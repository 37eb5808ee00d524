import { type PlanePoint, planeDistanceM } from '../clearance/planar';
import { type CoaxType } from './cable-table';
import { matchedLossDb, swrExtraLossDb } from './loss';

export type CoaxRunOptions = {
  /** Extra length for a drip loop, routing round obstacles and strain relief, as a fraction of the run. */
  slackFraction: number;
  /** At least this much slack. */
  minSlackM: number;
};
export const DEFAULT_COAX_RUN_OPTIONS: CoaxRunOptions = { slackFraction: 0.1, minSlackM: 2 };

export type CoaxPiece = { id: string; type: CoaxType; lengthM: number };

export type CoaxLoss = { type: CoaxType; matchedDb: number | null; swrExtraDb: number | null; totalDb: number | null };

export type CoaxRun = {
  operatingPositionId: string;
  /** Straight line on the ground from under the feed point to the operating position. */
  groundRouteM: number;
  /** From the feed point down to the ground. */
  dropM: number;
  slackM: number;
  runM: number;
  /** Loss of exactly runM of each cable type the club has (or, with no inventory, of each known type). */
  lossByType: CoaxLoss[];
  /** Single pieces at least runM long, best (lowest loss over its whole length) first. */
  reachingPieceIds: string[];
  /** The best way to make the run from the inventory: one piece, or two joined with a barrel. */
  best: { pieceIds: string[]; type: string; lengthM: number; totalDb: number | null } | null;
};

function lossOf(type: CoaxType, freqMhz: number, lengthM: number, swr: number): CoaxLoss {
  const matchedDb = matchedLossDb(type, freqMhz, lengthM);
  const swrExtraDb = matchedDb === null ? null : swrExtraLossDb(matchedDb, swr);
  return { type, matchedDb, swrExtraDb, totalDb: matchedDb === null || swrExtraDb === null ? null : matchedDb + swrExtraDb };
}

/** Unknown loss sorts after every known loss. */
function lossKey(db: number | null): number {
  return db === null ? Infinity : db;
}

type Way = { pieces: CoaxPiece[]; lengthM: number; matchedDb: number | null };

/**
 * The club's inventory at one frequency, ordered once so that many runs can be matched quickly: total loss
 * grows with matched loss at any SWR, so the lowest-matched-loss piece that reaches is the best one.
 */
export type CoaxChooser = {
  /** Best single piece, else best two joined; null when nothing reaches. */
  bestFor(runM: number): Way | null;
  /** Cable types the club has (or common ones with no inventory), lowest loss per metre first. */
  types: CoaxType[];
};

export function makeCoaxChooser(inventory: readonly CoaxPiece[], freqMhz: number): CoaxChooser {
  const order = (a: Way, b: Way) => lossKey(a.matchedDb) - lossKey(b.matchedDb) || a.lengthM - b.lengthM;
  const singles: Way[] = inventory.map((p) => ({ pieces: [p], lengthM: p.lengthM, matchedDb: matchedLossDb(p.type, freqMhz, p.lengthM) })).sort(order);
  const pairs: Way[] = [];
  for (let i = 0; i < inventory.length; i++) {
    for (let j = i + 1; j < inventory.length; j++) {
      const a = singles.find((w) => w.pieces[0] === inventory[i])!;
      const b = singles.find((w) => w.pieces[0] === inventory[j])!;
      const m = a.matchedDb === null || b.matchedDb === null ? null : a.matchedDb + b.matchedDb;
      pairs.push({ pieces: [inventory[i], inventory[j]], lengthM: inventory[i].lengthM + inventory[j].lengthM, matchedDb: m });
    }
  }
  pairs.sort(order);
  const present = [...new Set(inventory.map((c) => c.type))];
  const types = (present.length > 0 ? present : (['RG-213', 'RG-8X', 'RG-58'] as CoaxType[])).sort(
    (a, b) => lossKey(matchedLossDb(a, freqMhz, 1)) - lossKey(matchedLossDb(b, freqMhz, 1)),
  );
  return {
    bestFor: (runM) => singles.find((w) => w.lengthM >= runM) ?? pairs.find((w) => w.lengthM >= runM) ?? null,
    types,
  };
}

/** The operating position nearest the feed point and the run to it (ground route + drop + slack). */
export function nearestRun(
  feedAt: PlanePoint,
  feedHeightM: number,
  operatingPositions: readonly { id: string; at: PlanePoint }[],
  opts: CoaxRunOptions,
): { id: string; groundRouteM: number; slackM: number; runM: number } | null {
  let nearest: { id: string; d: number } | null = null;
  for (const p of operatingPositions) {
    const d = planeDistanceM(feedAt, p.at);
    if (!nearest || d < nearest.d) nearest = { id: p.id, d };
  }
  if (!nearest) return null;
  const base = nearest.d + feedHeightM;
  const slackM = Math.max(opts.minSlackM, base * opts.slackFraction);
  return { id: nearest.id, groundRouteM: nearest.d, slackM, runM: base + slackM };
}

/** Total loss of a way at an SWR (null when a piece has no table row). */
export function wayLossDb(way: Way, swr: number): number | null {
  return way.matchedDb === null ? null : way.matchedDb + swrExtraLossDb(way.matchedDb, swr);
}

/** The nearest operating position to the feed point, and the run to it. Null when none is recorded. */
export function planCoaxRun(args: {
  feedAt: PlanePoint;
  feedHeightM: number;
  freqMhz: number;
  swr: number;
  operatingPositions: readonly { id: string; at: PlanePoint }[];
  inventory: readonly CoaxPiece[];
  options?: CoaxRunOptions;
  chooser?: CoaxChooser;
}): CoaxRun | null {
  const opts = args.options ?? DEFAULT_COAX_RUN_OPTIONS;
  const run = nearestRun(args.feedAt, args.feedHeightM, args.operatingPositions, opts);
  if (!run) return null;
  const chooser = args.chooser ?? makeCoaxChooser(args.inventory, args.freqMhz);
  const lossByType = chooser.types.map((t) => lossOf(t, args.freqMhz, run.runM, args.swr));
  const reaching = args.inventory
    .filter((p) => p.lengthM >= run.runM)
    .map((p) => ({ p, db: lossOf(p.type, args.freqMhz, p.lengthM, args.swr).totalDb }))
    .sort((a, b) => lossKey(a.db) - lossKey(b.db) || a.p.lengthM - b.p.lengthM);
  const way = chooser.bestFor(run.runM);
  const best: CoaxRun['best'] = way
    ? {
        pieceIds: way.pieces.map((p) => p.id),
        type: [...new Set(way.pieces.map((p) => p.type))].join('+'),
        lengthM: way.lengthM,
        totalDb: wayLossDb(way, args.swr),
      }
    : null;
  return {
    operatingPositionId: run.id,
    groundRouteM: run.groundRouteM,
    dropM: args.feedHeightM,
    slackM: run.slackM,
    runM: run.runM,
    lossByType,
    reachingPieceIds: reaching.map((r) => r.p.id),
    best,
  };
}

☆ ☆ ☆ ☆ ☆

- **Required work**:
Between the first line of the entries above and the line with "export type CoaxPiece", both included, copy every line exactly and nothing outside that range.

- **Exercise answer**:
repository 37eb5808ee00d524
import { type PlanePoint, planeDistanceM } from '../clearance/planar';
import { type CoaxType } from './cable-table';
import { matchedLossDb, swrExtraLossDb } from './loss';

export type CoaxRunOptions = {
  /** Extra length for a drip loop, routing round obstacles and strain relief, as a fraction of the run. */
  slackFraction: number;
  /** At least this much slack. */
  minSlackM: number;
};
export const DEFAULT_COAX_RUN_OPTIONS: CoaxRunOptions = { slackFraction: 0.1, minSlackM: 2 };

export type CoaxPiece = { id: string; type: CoaxType; lengthM: number };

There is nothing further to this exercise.